Among Sikhs five Shabads, five offered Pardhaan, five Kakaars, five Beloved and five Khands (stages) of spiritual developments from Japuji Sahib are few examples of it.

Dharam Khand, Gyan Khand, Saram Khand, Karam Khand and Sach Khand are five spiritual developments. A blessed being comes across those to know God with full conscious mind.

The true religion (Dharam) originates from the deep core of an individual as God's Will. All follow this religion anyway. Those may have any form or body in the cosmos. 
This Dharam is realized within by all.

Gyan Khand, Saram Khand and Sach Khand are also realized first within by an individual as in the case of Dharam Khand.

Others have no way to find out correctly the changes.  A person goes through in his conscious mind, of the above stages.

It is only Karam (activity) Khand (stage) which is exposed from an individual. The world comes to know an individual first from his activities. 

The five Kakaars of Sikhs are also the symbols of awareness of the five spiritual stages as mentioned in Japuji Sahib.

The four stages of the growth of conscious mind take place within. The four Kakaars are received but kept covered.

The symbol of Karam Khand, the Karaa (bangle), is worn in hand. We do most activities by the hand. Karam is the flow of energy toward the outer world. Karam once converted into action become exposed for the whole word. There is no way to hide Karam and its impact in the cosmos.   

This is one explanation why the Karaa (bangle) is not covered.

This is a wonderful topic. The Satsang may get very long. 

Let us have a pause for the other worldly needs.

Love.

Satsriakal.


Balbir Singh


----------



## Lee (Aug 15, 2005)

Balbir Singh said:
			
		

> Pray Truth for all and say Satsriakal!
> Dear Sadh Sangat Ji, I have a question.
> 
> Sikhs keep and wear five Kakaars. Those are namely
> ...



Personaly I think there are more mundane reasons, Kipran is always held in a sheath, have you ever seen  a sword that did not have a scabbard?

Kacha, well who goes out in underwear without covering up.

The Kara, well it is a bangle so if you wear long sleves it will get covered, if not it remians naked.  This is just common sense, I don't feel that there are any hidden or mystical reasons for this.

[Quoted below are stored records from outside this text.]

def verify_memo_bytes(
    pdf: bytes,
    *,
    path: str = "MEMO",
    trust=(),
    use_user_trust: bool = True,
) -> VerifyReport:
    """Verify memo bytes. Raises NotAMemoError when it is not a readable Tenure memo."""
    from pyhanko.pdf_utils.reader import PdfFileReader
    from pyhanko.sign.diff_analysis import ModificationLevel
    from pyhanko.sign.fields import enumerate_sig_fields
    from pyhanko.sign.validation import validate_pdf_signature
    from pyhanko.sign.validation.status import SignatureCoverageLevel
    from pyhanko_certvalidator import ValidationContext

    if not pdf.startswith(b"%PDF-"):
        raise NotAMemoError(path, "not a PDF file")
    try:
        with quiet_pyhanko():
            r = PdfFileReader(io.BytesIO(pdf), strict=False)
            info = r.trailer_view.get("/Info")
            info = info.get_object() if info is not None else {}
            footer_fp = info.get(INFO_FINGERPRINT_KEY)
            sigs = list(r.embedded_signatures)
            fields = list(enumerate_sig_fields(r))
            empty = tuple(n for n, v, _ in fields if v is None)
            filled = [str(n) for n, v, _ in fields if v is not None]
            revisions = r.xrefs.total_revisions
    except Exception as e:  # noqa: BLE001 - any parser failure: unreadable
        if any(m in pdf for m in _SIGNATURE_MARKS):  # a signed PDF whose signature was changed
            return VerifyReport(
                path=path, revisions=0, footer_fingerprint=None, attachment_fingerprint=None,
                attachment_title=None, signatures=(), empty_fields=(),
                problems=(f"damaged signature: the memo cannot be read past a changed byte "
                          f"({type(e).__name__}); it is not what was signed",))
        raise NotAMemoError(path, f"unreadable PDF ({type(e).__name__})") from None
    if footer_fp is None:
        raise NotAMemoError(path, "not a Tenure memo (no study fingerprint in its metadata)")
    from core.memo.signers import printed_names

    printed = printed_names(pdf) or {}
    footer_fp = str(footer_fp)
    problems: list[str] = []
    att = None
    try:
        att = read_attachment(pdf)
    except Exception:  # noqa: BLE001
        att = None
    att_fp = att_title = None
    if att is None:
        problems.append("the study attachment is missing")
    else:
        att_fp, att_title, prob = _attachment_fingerprint(att)
        if prob:
            problems.append(prob)
        elif att_fp != footer_fp:
            problems.append("the attached study does not match the footer fingerprint")
    unread = sorted(set(filled) - {str(es.field_name) for es in sigs})
    for fname in unread:
        problems.append(f"damaged signature: the {fname} field holds a signature that cannot "
                        "be read")
    if not sigs and not unread:
        problems.append("the memo carries no signature")

    roots = load_trust_certs(trust, use_user_dir=use_user_trust)
    trusted_fps = {c.sha256 for c in roots}
    trusted_names: dict[str, set[bytes]] = {}
    for c in roots:
        trusted_names.setdefault(_cert_name(c)[0], set()).add(c.sha256)
    reports = []
    last_index = len(sigs) - 1
    for n, es in enumerate(sigs):
        sp: list[str] = []
        fname = es.field_name
        try:
            vc = ValidationContext(trust_roots=list(roots), allow_fetching=False)
            with quiet_pyhanko():
                st = validate_pdf_signature(es, vc)
        except Exception as e:  # noqa: BLE001 - a broken container is a failed check
            cert = None
            try:
                cert = es.signer_cert
            except Exception:  # noqa: BLE001
                pass
            name, org = _cert_name(cert) if cert is not None else ("unknown", None)
            reports.append(SignatureReport(
                field=fname, role=_ROLE_OF_FIELD.get(fname), signer=name, organisation=org,
                signing_time=None, intact=False, valid=False, coverage="unknown",
                changes_after="unknown", trusted=False, trust_state="unknown",
                cert_sha256=cert.sha256.hex() if cert is not None else "",
                problems=(f"damaged signature: it cannot be checked ({type(e).__name__})",),
            ))
            continue
        cert = st.signing_cert
        name, org = _cert_name(cert)
        if not st.intact:
            sp.append("the signed bytes were changed (digest mismatch)")
        if not st.valid:
            sp.append("damaged signature: the cryptographic signature does not check out")
        padding = _padding_problem(es)
        if padding:
            sp.append(padding)
        cov = st.coverage
        coverage = {
            SignatureCoverageLevel.ENTIRE_FILE: "entire file",
            SignatureCoverageLevel.ENTIRE_REVISION: "entire revision",
        }.get(cov, "partial") if cov is not None else "partial"
        if coverage == "partial":
            sp.append("the signature does not cover its whole revision")
        lvl = st.modification_level
        if cov == SignatureCoverageLevel.ENTIRE_FILE:
            changes = "none"
        elif lvl in (ModificationLevel.NONE, ModificationLevel.LTA_UPDATES):
            changes = "none (validation data only)" if lvl == ModificationLevel.LTA_UPDATES else "none"
        elif lvl == ModificationLevel.FORM_FILLING:
            changes = "later signatures only"
        else:
            changes = "other changes"
        if lvl == ModificationLevel.LTA_UPDATES and cov != SignatureCoverageLevel.ENTIRE_FILE:
            changes = ("metadata or validation data only" if n == last_index
                       else "later signatures and metadata only")
        if changes == "other changes":
            sp.append("the document was changed after this signature")
        elif n == last_index and cov != SignatureCoverageLevel.ENTIRE_FILE:
            sp.append(f"unsigned changes were appended after the last signature ({changes})")
        # the fingerprint the signer saw must be the one the memo shows now
        try:
            signed_info = r.get_historical_resolver(es.signed_revision).trailer_view["/Info"]
            signed_fp = signed_info.get_object().get(INFO_FINGERPRINT_KEY)
        except Exception:  # noqa: BLE001
            signed_fp = None
        if signed_fp is not None and str(signed_fp) != footer_fp:
            sp.append("the study fingerprint in the metadata was changed after this signature")
        if st.docmdp_ok is False:
            sp.append("changes after signing break the document's signing policy")
        trusted, trust_state = _trust(st, cert, name, roots, trusted_fps, trusted_names)
        reports.append(SignatureReport(
            field=fname, role=_ROLE_OF_FIELD.get(fname), signer=name, organisation=org,
            signing_time=st.signer_reported_dt, intact=bool(st.intact), valid=bool(st.valid),
            coverage=coverage, changes_after=changes, trusted=trusted,
            trust_state=trust_state, cert_sha256=cert.sha256.hex(), problems=tuple(sp),
            printed_name=printed.get(_ROLE_OF_FIELD.get(fname, "")),
        ))
    return VerifyReport(
        path=path, revisions=revisions, footer_fingerprint=footer_fp,
        attachment_fingerprint=att_fp, attachment_title=att_title,
        signatures=tuple(reports), empty_fields=empty, problems=tuple(problems),
    )


def verify_memo(path: str | os.PathLike, *, trust=(), use_user_trust: bool = True) -> VerifyReport:
    """Verify a memo file; see :func:`verify_memo_bytes`."""
    p = Path(path)
    try:
        data = p.read_bytes()
    except OSError as e:
        raise NotAMemoError(str(p), f"cannot read: {e.strerror or e}") from None
    return verify_memo_bytes(data, path=str(p), trust=trust, use_user_trust=use_user_trust)
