def test_study_period_selector_changes_the_recommendation(qtbot, tmp_path):
    path = tmp_path / "brake.json"
    path.write_text(dump_study_document([press_brake_study()]), encoding="utf-8")
    window = open_window(qtbot, path)
    assert window.current_result.recommendation.action == "replace"
    settings = window.editor.settings
    settings.period_mode.setCurrentIndex(1)
    settings.period_years.setValue(1)
    assert window.current_entry().study.study_period == 1
    rec = window.current_result.recommendation
    assert rec.action == "keep" and rec.study_period == 1
    assert window.doc.state(window.current_key).recommendation == "keep"
    settings.period_mode.setCurrentIndex(0)
    assert window.current_result.recommendation.action == "replace"


def test_tax_and_inflation_settings_go_through_core(qtbot):
    window = open_window(qtbot)
    settings = window.editor.settings
    settings.tax_mode.setCurrentIndex(1)
    study = window.current_entry().study
    assert study.tax is not None and all(a.depreciation for a in study.alternatives)
    assert window.current_result.recommendation.basis == "after-tax"
    type_into(settings.tax_rate, "30")
    assert window.current_entry().study.tax.rate == pytest.approx(0.30)
    settings.infl_mode.setCurrentIndex(2)
    assert window.current_entry().study.inflation.estimates == "then-current"
    type_into(settings.infl_rate, "abc")
    assert window.last_message == "Inflation rate: must be a percentage, e.g. 9 or 9.5"


# --------------------------------------------------------------------------- files
def test_save_and_reopen_round_trips(qtbot, tmp_path, monkeypatch):
    window = open_window(qtbot)
    type_into(alt_editor(window).price_edit, "21,500")
    target = tmp_path / "saved.json"
    monkeypatch.setattr(QFileDialog, "getSaveFileName",
                        staticmethod(lambda *a, **k: (str(target), "")))
    assert window.save_as()
    assert not window.isWindowModified()
    assert str(target) in window.windowTitle() or "saved.json" in window.windowTitle()
    saved = load_study_file(target)
    assert saved == window.doc.studies()
    other = open_window(qtbot, target)
    assert other.doc.studies() == window.doc.studies()
    assert Preferences().recent()[0] == str(target)


def test_closing_with_unsaved_changes_asks(qtbot, monkeypatch):
    window = open_window(qtbot)
    window.show()
    type_into(alt_editor(window).price_edit, "19,000")
    asked = answer_questions(monkeypatch, QMessageBox.StandardButton.Cancel)
    assert not window.close()
    assert window.isVisible() and asked
    answer_questions(monkeypatch, QMessageBox.StandardButton.Discard, asked)
    assert window.close()
    assert len(asked) == 2


def test_autosave_and_recovery_after_a_crash(qtbot, monkeypatch):
    window = open_window(qtbot)
    type_into(alt_editor(window).price_edit, "12,345")
    written = window.autosave()
    assert written is not None and written.exists()
    answer_questions(monkeypatch, QMessageBox.StandardButton.Yes)
    again = open_window(qtbot)
    assert again.isWindowModified()
    assert again.current_entry().study.defender.price == 12345.0


def test_unexpected_error_is_logged_saved_and_reported(qtbot, monkeypatch):
    window = open_window(qtbot)
    type_into(alt_editor(window).price_edit, "17,000")
    shown = []
    monkeypatch.setattr(QMessageBox, "exec", lambda self: shown.append(self.informativeText()))
    old_hook = sys.excepthook
    try:
        recovery.install_excepthook(window.handle_unexpected)
        try:
            raise RuntimeError("boom")
        except RuntimeError:
            sys.excepthook(*sys.exc_info())
    finally:
        sys.excepthook = old_hook
    assert shown and "RuntimeError: boom" in shown[0]
    assert "RuntimeError: boom" in recovery.log_file().read_text(encoding="utf-8")
    assert recovery.read_recovery(window.doc.path) is not None


def test_preferences_currency_shows_in_headers(qtbot):
    prefs = Preferences()
    prefs.currency = "$"
    window = open_window(qtbot)
    ed = alt_editor(window)
    from PySide6.QtCore import Qt

    assert ed.model.headerData(1, Qt.Orientation.Horizontal) == "Market value ($)"
    assert ed.price_label.text() == "Market value today ($)"


def test_fleet_job_reports_and_cancels(qtbot):
    studies = [("a", press_brake_study()), ("b", press_brake_study(period=1))]
    job = FleetJob(studies)
    got = []
    job.signals.result.connect(lambda k, r: got.append((k, r.recommendation.action)))
    with qtbot.waitSignal(job.signals.finished, timeout=5000) as blocker:
        job.run()
    assert blocker.args == [False]
    assert got == [("a", "replace"), ("b", "keep")]
    job2 = FleetJob(studies)
    job2.cancel()
    with qtbot.waitSignal(job2.signals.finished, timeout=5000) as blocker:
        job2.run()
    assert blocker.args == [True]


def test_new_document_and_not_yet_studied_asset(qtbot):
    window = open_window(qtbot)
    window.new_document()
    assert len(window.doc.entries) == 1 and window.doc.path is None
    entry = window.current_entry()
    window.undo_stack.push(__import__("desktop_app.commands").commands.SetStudyCommand(
        window.doc, entry.key, entry.study, None, "clear"))
    assert window.doc.state(entry.key).recommendation == "not yet studied"
    assert window.editor.placeholder.isVisibleTo(window.editor)
    window.editor.start_button.click()
    assert window.current_entry().study is not None
    assert window.current_entry().study_year == this_year()


def test_tenure_opens_the_window_offscreen_and_keeps_running(tmp_path):
    exe = Path(sys.executable).with_name("tenure")
    if not exe.exists():
        pytest.skip("tenure console script not installed")
    env = {**os.environ, "QT_QPA_PLATFORM": "offscreen", "TENURE_STATE_DIR": str(tmp_path),
           "XDG_CONFIG_HOME": str(tmp_path / "config"), "HOME": str(tmp_path)}
    proc = subprocess.run(["timeout", "4", str(exe)], env=env, capture_output=True, text=True,
                          timeout=30)
    assert proc.returncode == 124, proc.stderr
    assert "Traceback" not in proc.stderr


def test_missing_file_is_a_one_line_error(tmp_path):
    exe = Path(sys.executable).with_name("tenure")
    if not exe.exists():
        pytest.skip("tenure console script not installed")
    env = {**os.environ, "QT_QPA_PLATFORM": "offscreen", "TENURE_STATE_DIR": str(tmp_path)}
    proc = subprocess.run([str(exe), "--open", str(tmp_path / "nope.json")], env=env,
                          capture_output=True, text=True, timeout=30)
    assert proc.returncode == 2
    assert proc.stderr.strip().startswith("error: ") and "Traceback" not in proc.stderr
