def guess_history_columns(columns: list[str]) -> dict[str, str | None]:
    """Guess which header names hold which field (tag, date, year, age, amount, kind).

    >>> g = guess_history_columns(["Asset", "Closed", "Type", "Cost (EUR)", "Notes"])
    >>> g["tag"], g["date"], g["kind"], g["amount"], g["year"]
    ('Asset', 'Closed', 'Type', 'Cost (EUR)', None)
    """
    out = guess_columns(columns, HISTORY_HINTS, ("age", "tag", "date", "year", "kind", "amount"))
    if out["age"] is not None and "stage" in out["age"].lower():
        out["age"] = None
    if out["date"] is not None and out["year"] is not None:
        out["year"] = None  # a date column already places the rows in time
    return out

KIND_WORDS = {
    "operating": "operating", "operating cost": "operating", "operation": "operating",
    "energy": "operating", "running": "operating", "labour": "operating", "labor": "operating",
    "maintenance": "maintenance", "repair": "maintenance", "work order": "maintenance",
    "workorder": "maintenance", "wo": "maintenance", "service": "maintenance",
    "overhaul": "maintenance", "parts": "maintenance",
    "resale": "resale", "quote": "resale", "resale quote": "resale", "market value": "resale",
    "trade-in": "resale", "trade in": "resale",
}
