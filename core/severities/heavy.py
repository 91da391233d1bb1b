"""Heavy-tailed claim laws: Lognormal, Pareto (Lomax), Weibull, GeneralizedPareto."""

from __future__ import annotations

import math
from dataclasses import dataclass
from typing import ClassVar

import numpy as np
from scipy import special

from core.severities._numeric import _Floats, _h, _set
from core.severities.base import Severity
from core.severities.light import Exponential
from core.validate import positive as _positive
from core.validate import real as _finite


@dataclass(frozen=True, kw_only=True)
class Lognormal(Severity):
    """log X ~ Normal(mu, sigma)."""

    mu: float
    sigma: float
    family: ClassVar[str] = "lognormal"

    def __post_init__(self) -> None:
        _set(self, "mu", _finite("mu", self.mu))
        _set(self, "sigma", _positive("sigma", self.sigma))

    @property
    def tail(self) -> str:
        return "heavy"

    @property
    def cumulant_bound(self) -> float:
        return 0.0

    def _z(self, x: _Floats) -> _Floats:
        return (np.log(x) - self.mu) / self.sigma

    def _logsf(self, x: _Floats) -> _Floats:
        return np.asarray(special.log_ndtr(-self._z(x)))

    def _logcdf(self, x: _Floats) -> _Floats:
        return np.asarray(special.log_ndtr(self._z(x)))

    def _logpdf(self, x: _Floats) -> _Floats:
        z = self._z(x)
        return -np.log(x) - math.log(self.sigma) - 0.5 * math.log(2 * math.pi) - 0.5 * z * z

    def _isf_log(self, log_q: _Floats) -> _Floats:
        return np.exp(self.mu - self.sigma * special.ndtri_exp(log_q))

    def _sample(self, size: int | tuple[int, ...], rng: np.random.Generator) -> _Floats:
        return rng.lognormal(self.mu, self.sigma, size)

    def _log_moment(self, k: float) -> float:
        return k * self.mu + 0.5 * (k * self.sigma) ** 2

    def _moment(self, k: int) -> float:
        log_m = self._log_moment(k)
        return math.exp(log_m) if log_m < 709.0 else math.inf

    @property
    def variance(self) -> float:
        log_m = self._log_moment(2)
        if log_m >= 709.0:
            return math.inf
        return math.exp(log_m) * -math.expm1(-(self.sigma**2))

    def _limited(self, t: _Floats, k: int) -> _Floats:
        # E[X^k; X <= t] = exp(k mu + k^2 sigma^2 / 2) Phi((ln t - mu - k sigma^2) / sigma)
        z = self._z(t) - k * self.sigma
        below = np.exp(self._log_moment(k) + special.log_ndtr(z))
        return np.asarray(below + t**k * np.exp(self._logsf(t)))

    def _lev(self, t: _Floats) -> _Floats:
        return self._limited(t, 1)

    def _tail_mean(self, t: _Floats) -> _Floats:
        # E[X; X > t] = exp(mu + sigma^2 / 2) Phi(sigma - (ln t - mu) / sigma), in log space:
        # no cancellation far in the tail, and one normal tail instead of lev's two.
        return np.asarray(np.exp(self._log_moment(1) + special.log_ndtr(self.sigma - self._z(t))))

    def _lev2(self, t: _Floats) -> _Floats:
        return self._limited(t, 2)


@dataclass(frozen=True, kw_only=True)
class Pareto(Severity):
    """Lomax law: sf(x) = (1 + x / scale)^-alpha for x >= 0."""

    alpha: float
    scale: float
    family: ClassVar[str] = "pareto"

    def __post_init__(self) -> None:
        _set(self, "alpha", _positive("alpha", self.alpha))
        _set(self, "scale", _positive("scale", self.scale))

    @property
    def tail(self) -> str:
        return "heavy"

    @property
    def cumulant_bound(self) -> float:
        return 0.0

    def _logsf(self, x: _Floats) -> _Floats:
        return -self.alpha * np.log1p(x / self.scale)

    def _logpdf(self, x: _Floats) -> _Floats:
        log_norm = math.log(self.alpha) - math.log(self.scale)
        return log_norm - (self.alpha + 1) * np.log1p(x / self.scale)

    def _isf_log(self, log_q: _Floats) -> _Floats:
        return self.scale * np.expm1(-log_q / self.alpha)

    def _sample(self, size: int | tuple[int, ...], rng: np.random.Generator) -> _Floats:
        return self.scale * rng.pareto(self.alpha, size)  # numpy's pareto is the Lomax law

    def _moment(self, k: int) -> float:
        if k >= self.alpha:
            return math.inf
        log_m = (
            k * math.log(self.scale)
            + math.lgamma(k + 1)
            + math.lgamma(self.alpha - k)
            - math.lgamma(self.alpha)
        )
        return math.exp(log_m)

    @property
    def variance(self) -> float:
        a = self.alpha
        if a <= 2:
            return math.inf
        return self.scale**2 * a / ((a - 1) ** 2 * (a - 2))

    def _lev(self, t: _Floats) -> _Floats:
        # int_0^t sf = scale * int_1^U v^-alpha dv with U = 1 + t / scale
        return self.scale * _h(1.0 + t / self.scale, self.alpha)

    def _tail_mean(self, t: _Floats) -> _Floats:
        # E[X; X > t] = t sf(t) + int_t^inf sf = (t + scale U / (alpha - 1)) U^-alpha, alpha > 1
        if self.alpha <= 1:
            return np.full(t.shape, math.inf)
        u = 1.0 + t / self.scale
        return np.asarray((t + self.scale * u / (self.alpha - 1.0)) * u ** -self.alpha)

    def _lev2(self, t: _Floats) -> _Floats:
        # 2 int_0^t x sf(x) dx = 2 scale^2 int_1^U (v - 1) v^-alpha dv
        u = 1.0 + t / self.scale
        return 2.0 * self.scale**2 * (_h(u, self.alpha - 1.0) - _h(u, self.alpha))


@dataclass(frozen=True, kw_only=True)
class Weibull(Severity):
    """sf(x) = exp(-(x / scale)^shape); heavy when shape < 1."""

    shape: float
    scale: float
    family: ClassVar[str] = "weibull"

    def __post_init__(self) -> None:
        _set(self, "shape", _positive("shape", self.shape))
        _set(self, "scale", _positive("scale", self.scale))

    @property
    def tail(self) -> str:
        return "heavy" if self.shape < 1 else "light"

    @property
    def cumulant_bound(self) -> float:
        if self.shape < 1:
            return 0.0
        return 1.0 / self.scale if self.shape == 1 else math.inf

    def _logsf(self, x: _Floats) -> _Floats:
        return -((x / self.scale) ** self.shape)

    def _logpdf(self, x: _Floats) -> _Floats:
        k, y = self.shape, x / self.scale
        return math.log(k / self.scale) + (k - 1) * np.log(y) - y**k

    def _isf_log(self, log_q: _Floats) -> _Floats:
        return self.scale * (-log_q) ** (1.0 / self.shape)

    def _sample(self, size: int | tuple[int, ...], rng: np.random.Generator) -> _Floats:
        return self.scale * rng.weibull(self.shape, size)

    def _moment(self, k: int) -> float:
        return math.exp(k * math.log(self.scale) + math.lgamma(1 + k / self.shape))

    def _limited(self, t: _Floats, k: int) -> _Floats:
        a = 1.0 + k / self.shape
        with np.errstate(divide="ignore"):
            log_p = np.log(special.gammainc(a, (t / self.scale) ** self.shape))
        head = np.exp(k * math.log(self.scale) + math.lgamma(a) + log_p)
        return np.asarray(head + t**k * np.exp(self._logsf(t)))

    def _lev(self, t: _Floats) -> _Floats:
        return self._limited(t, 1)

    def _tail_mean(self, t: _Floats) -> _Floats:
        # E[X; X > t] = scale Gamma(1 + 1/shape) Q(1 + 1/shape, (t / scale)^shape)
        a = 1.0 + 1.0 / self.shape
        return np.asarray(self.scale * special.gamma(a)
                          * special.gammaincc(a, (t / self.scale) ** self.shape))

    def _lev2(self, t: _Floats) -> _Floats:
        return self._limited(t, 2)

    def _as_exponential(self) -> Exponential | None:
        return Exponential(mean=self.scale) if self.shape == 1 else None

    def _cumulant(self, theta: _Floats) -> _Floats:
        exp_law = self._as_exponential()
        return exp_law._cumulant(theta) if exp_law else super()._cumulant(theta)

    def _cumulant_derivatives(self, theta: _Floats) -> tuple[_Floats, _Floats]:
        exp_law = self._as_exponential()
        if exp_law:
            return exp_law._cumulant_derivatives(theta)
        return super()._cumulant_derivatives(theta)

    def tilted(self, theta: float) -> Severity:
        if self.shape != 1:
            return super().tilted(theta)
        theta = self._check_tilt(theta)
        return Weibull(shape=1.0, scale=self.scale / (1.0 - self.scale * theta))


@dataclass(frozen=True, kw_only=True)
class GeneralizedPareto(Severity):
    """sf(x) = (1 + xi x / scale)^(-1/xi); xi = 0 is exponential, xi < 0 has bounded support."""

    xi: float
    scale: float
    family: ClassVar[str] = "generalized_pareto"

    def __post_init__(self) -> None:
        _set(self, "xi", _finite("xi", self.xi))
        _set(self, "scale", _positive("scale", self.scale))

    @property
    def tail(self) -> str:
        return "heavy" if self.xi > 0 else "light"

    @property
    def support_max(self) -> float:
        return -self.scale / self.xi if self.xi < 0 else math.inf

    @property
    def cumulant_bound(self) -> float:
        if self.xi > 0:
            return 0.0
        return 1.0 / self.scale if self.xi == 0 else math.inf

    def _log1p_term(self, x: _Floats) -> _Floats:
        return np.log1p(self.xi * x / self.scale)

    def _logsf(self, x: _Floats) -> _Floats:
        if self.xi == 0:
            return -x / self.scale
        return -self._log1p_term(x) / self.xi

    def _logpdf(self, x: _Floats) -> _Floats:
        if self.xi == 0:
            return -math.log(self.scale) - x / self.scale
        return -math.log(self.scale) - (1.0 / self.xi + 1.0) * self._log1p_term(x)

    def _isf_log(self, log_q: _Floats) -> _Floats:
        if self.xi == 0:
            return -self.scale * log_q
        return self.scale / self.xi * np.expm1(-self.xi * log_q)

    def _moment(self, k: int) -> float:
        # E[X^k] = scale^k k! / prod_{i=1..k} (1 - i xi), finite iff xi < 1/k
        if self.xi * k >= 1:
            return math.inf
        denominator = math.prod(1 - i * self.xi for i in range(1, k + 1))
        return self.scale**k * math.factorial(k) / denominator

    def _lev(self, t: _Floats) -> _Floats:
        if self.xi == 0:
            return -self.scale * np.expm1(-t / self.scale)
        # int_0^t sf = (scale / xi) int_1^U v^(-1/xi) dv with U = 1 + xi t / scale
        return self.scale / self.xi * _h(1.0 + self.xi * t / self.scale, 1.0 / self.xi)

    def _lev2(self, t: _Floats) -> _Floats:
        if abs(self.xi) < 1e-4:  # the closed form below cancels badly as xi -> 0
            return super()._lev2(t)
        u, a = 1.0 + self.xi * t / self.scale, 1.0 / self.xi
        return 2.0 * (self.scale / self.xi) ** 2 * (_h(u, a - 1.0) - _h(u, a))

    def _cumulant(self, theta: _Floats) -> _Floats:
        if self.xi == 0:
            return Exponential(mean=self.scale)._cumulant(theta)
        return super()._cumulant(theta)

    def _cumulant_derivatives(self, theta: _Floats) -> tuple[_Floats, _Floats]:
        if self.xi == 0:
            return Exponential(mean=self.scale)._cumulant_derivatives(theta)
        return super()._cumulant_derivatives(theta)

    def tilted(self, theta: float) -> Severity:
        if self.xi != 0:
            return super().tilted(theta)
        theta = self._check_tilt(theta)
        return GeneralizedPareto(xi=0.0, scale=self.scale / (1.0 - self.scale * theta))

The real reason we wear the 5 k's has nothing to do with what each item symbolises, but more to do with obeying Gurus hukaman, in essance we wear them because Guru tells us to.

Cheers,

Lee.


----------



## muneet (Nov 27, 2005)

The issue was not wearing something and then covering it or uncovering it. Kakkaars are meant to be worn as part of the identity. The Kara is visible but the kacchha is not unless like Nihangs Singhs one wears nothing else besides a chola and kachaira. Hair on the beard are naked too and the kirpan becomes naked when it is to be used. What should be visible should be ones qualities and ones committment when one expresses his or her mind. Can you rise above and say that you dont need to be reminded ever here in after? If no then lets not waste time on frivolous doubts and get on with the task of seeking the ultimate goal of every human- Raj + Yog a balanced life which gets us across without rebirth!!


----------



## KulwantK (Oct 31, 2007)

Sat Nam, everyone.  It is an interesting observation, that the kara is not formally covered.  Of course, with the long sleeves, it may be, but even then, when the sleeve falls back on the arm, the kara becomes visible, and here I think we may have an anwer to your question.
We are to be reminded of doing only good works with our hands, and seeing the kara in plain view, uncovered, reminds us to always be remembering God's Name and Word.  It is a reminder that we are bound to God, 24/7.


----------